**Task directions**
Copy every line of the records that includes the word "only".

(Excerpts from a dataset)

◇ ◇ ◇ ◇

"""What a long command is doing, told on a text stream (stderr): the stages of a run with their elapsed time,
and counted work (a study's points, the placements) with an ETA.

Both write only when the stream is a terminal, updating one line in place; to a log or a pipe they say
nothing, except :class:`Progress`, which writes a line every ~5 % there (a study runs long enough to want a
record). The library never prints: it calls a ``progress(text)`` callback at each stage (:func:`atticsim.
pipeline.simulate` and friends), and the commands hand it a :class:`Stages`.
"""

from __future__ import annotations

import threading
import time


def hms(seconds: float) -> str:
    seconds = max(0, int(round(seconds)))
    return f"{seconds // 3600}:{seconds // 60 % 60:02d}:{seconds % 60:02d}"


def _seconds(seconds: float) -> str:
    return f"{seconds:.1f} s" if seconds < 60.0 else hms(seconds)


def is_terminal(stream) -> bool:
    """Whether ``stream`` is an interactive terminal (False for None, files, pipes and test captures)."""
    return bool(stream is not None and getattr(stream, "isatty", lambda: False)())


class Progress:
    """Counted progress with an ETA on a text stream (stderr): updated in place on a terminal, else a line
    every ~5 %.

    Parameters
    ----------
    total : int
        Items to do (the reused ones included).
    reused : int
        Items already done before this run (a resumed study's points): they count as done but not in the ETA.
    stream : text stream, optional
        None for silence.
    label, unit : str
        What is counted: ``sweep: 12/40 points``.
    """

    def __init__(self, total: int, reused: int = 0, stream=None, label: str = "sweep", unit: str = "points"):
        self.total, self.reused, self.done, self.failed = total, reused, reused, 0
        self.stream, self.label, self.unit = stream, label, unit
        self.t0 = time.perf_counter()
        self.tty = is_terminal(stream)
        self.every = max(1, (total - reused) // 20)

    def line(self) -> str:
        computed = self.done - self.reused
        elapsed = time.perf_counter() - self.t0
        left = self.total - self.done
        eta = hms(elapsed / computed * left) if computed else "?"
        pct = 100.0 * self.done / self.total if self.total else 100.0
        extra = f" ({self.reused} reused{f', {self.failed} failed' if self.failed else ''})" \
            if self.reused or self.failed else ""
        return (f"{self.label}: {self.done}/{self.total} {self.unit}{extra} {pct:3.0f}%  elapsed {hms(elapsed)}  "
                f"ETA {eta}")

    def start(self) -> None:
        if self.stream is not None:
            self._emit()

    def update(self, record: dict | None = None) -> None:
        """One more item done (``record["status"]`` other than "ok" counts it as failed)."""
        self.done += 1
        self.failed += (record or {}).get("status", "ok") != "ok"
        if self.stream is not None and (self.tty or (self.done - self.reused) % self.every == 0
                                        or self.done == self.total):
            self._emit()

    def _emit(self) -> None:
        if self.tty:
            self.stream.write("\r" + self.line().ljust(79))
        else:
            self.stream.write(self.line() + "\n")
        self.stream.flush()

    def close(self) -> None:
        if self.stream is not None and self.tty:
            self.stream.write("\n")
            self.stream.flush()


class Stages:
    """The stages of a command, each on its own line with the time it took, on a terminal only.

    Call it with a stage's words to begin that stage (ending the one before), and again with the same words
    and the share of it done, ``stage(words, 0.4)``, where that is known (shown as ``40 %`` while it runs);
    :meth:`part` names the part of the stage under way (shown while it runs: ``writing the files:
    timeseries.csv``); :meth:`close` ends the last stage. While a stage runs, its line shows the seconds elapsed, refreshed every ``tick`` seconds by a
    background thread, so a long stage (a year with the reference solver) is seen to be alive; a finished
    stage keeps its line with the time it took::

        atticsim: simulating 2025-01-01 to 2025-12-31 with the fan ... 0.9 s

    Parameters
    ----------
    stream : text stream, optional
        stderr in the commands; nothing is written unless it is a terminal.
    prefix : str
        Put before each stage.
    tick : float
        Refresh interval of the running stage's line [s]; 0 for none.
    """

    def __init__(self, stream=None, prefix: str = "atticsim: ", tick: float = 0.5):
        self.stream = stream if is_terminal(stream) else None
        self.prefix, self.tick = prefix, tick
        self.text, self.detail, self.t_stage = None, "", 0.0
        self.t0 = time.perf_counter()
        self.times: list[tuple[str, float]] = []
        self._lock = threading.Lock()
        self._wake = threading.Event()
        self._thread = None

    @property
    def active(self) -> bool:
        """Whether anything is shown (the stream is a terminal)."""
        return self.stream is not None

    def __call__(self, text: str, fraction: float | None = None) -> None:
        now = time.perf_counter()
        with self._lock:
            if text != self.text:
                self._finish(now)
                self.text, self.detail, self.t_stage = text, "", now
            if fraction is not None:
                self.detail = f": {100.0 * min(max(fraction, 0.0), 1.0):.0f} %"
            self._show(now)
        if self.stream is not None and self.tick > 0 and self._thread is None:
            self._thread = threading.Thread(target=self._refresh, name="atticsim-stages", daemon=True)
            self._thread.start()

    def part(self, detail: str) -> None:
        """Name the part of the running stage under way (dropped from the line when the stage ends)."""
        with self._lock:
            self.detail = f": {detail}" if detail else ""
            self._show(time.perf_counter())

    def close(self) -> None:
        """End the running stage (its line gets its time) and stop refreshing."""
        with self._lock:
            self._finish(time.perf_counter())
            self.text = None
        self._wake.set()
        if self._thread is not None:
            self._thread.join()
            self._thread = None
        self._wake.clear()

    def __enter__(self):
        return self

    def __exit__(self, *exc):
        self.close()
        return False

    def _finish(self, now: float) -> None:
        if self.text is None:
            return
        self.times.append((self.text, now - self.t_stage))
        if self.stream is not None:
            self.stream.write(f"\r{self.prefix}{self.text} ... {_seconds(now - self.t_stage)}\033[K\n")
            self.stream.flush()

    def _show(self, now: float) -> None:
        if self.stream is not None and self.text is not None:
            self.stream.write(f"\r{self.prefix}{self.text}{self.detail} ... {_seconds(now - self.t_stage)}\033[K")
            self.stream.flush()

    def _refresh(self) -> None:
        while not self._wake.wait(self.tick):
            with self._lock:
                self._show(time.perf_counter())


def announced(writers: dict, stages) -> dict:
    """The writers (file name -> writer(path)) of :func:`atticsim.results.output.write_outputs`, the first
    beginning the stage "writing the files", each naming its file as the part under way."""
    if stages is None or not getattr(stages, "active", True):
        return writers
    first = next(iter(writers), None)

    def wrap(name, write):
        def announced_write(path):
            if name == first:
                stages(f"writing {len(writers)} files")
            stages.part(name)
            return write(path)

        return announced_write

    # (one drawn in a child process is not announced from there: the child keeps off the terminal)
    return {name: write if getattr(write, "apart", False) else wrap(name, write) for name, write in writers.items()}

◇ ◇ ◇ ◇

**Problem solution**
Both write only when the stream is a terminal, updating one line in place; to a log or a pipe they say
    """The stages of a command, each on its own line with the time it took, on a terminal only.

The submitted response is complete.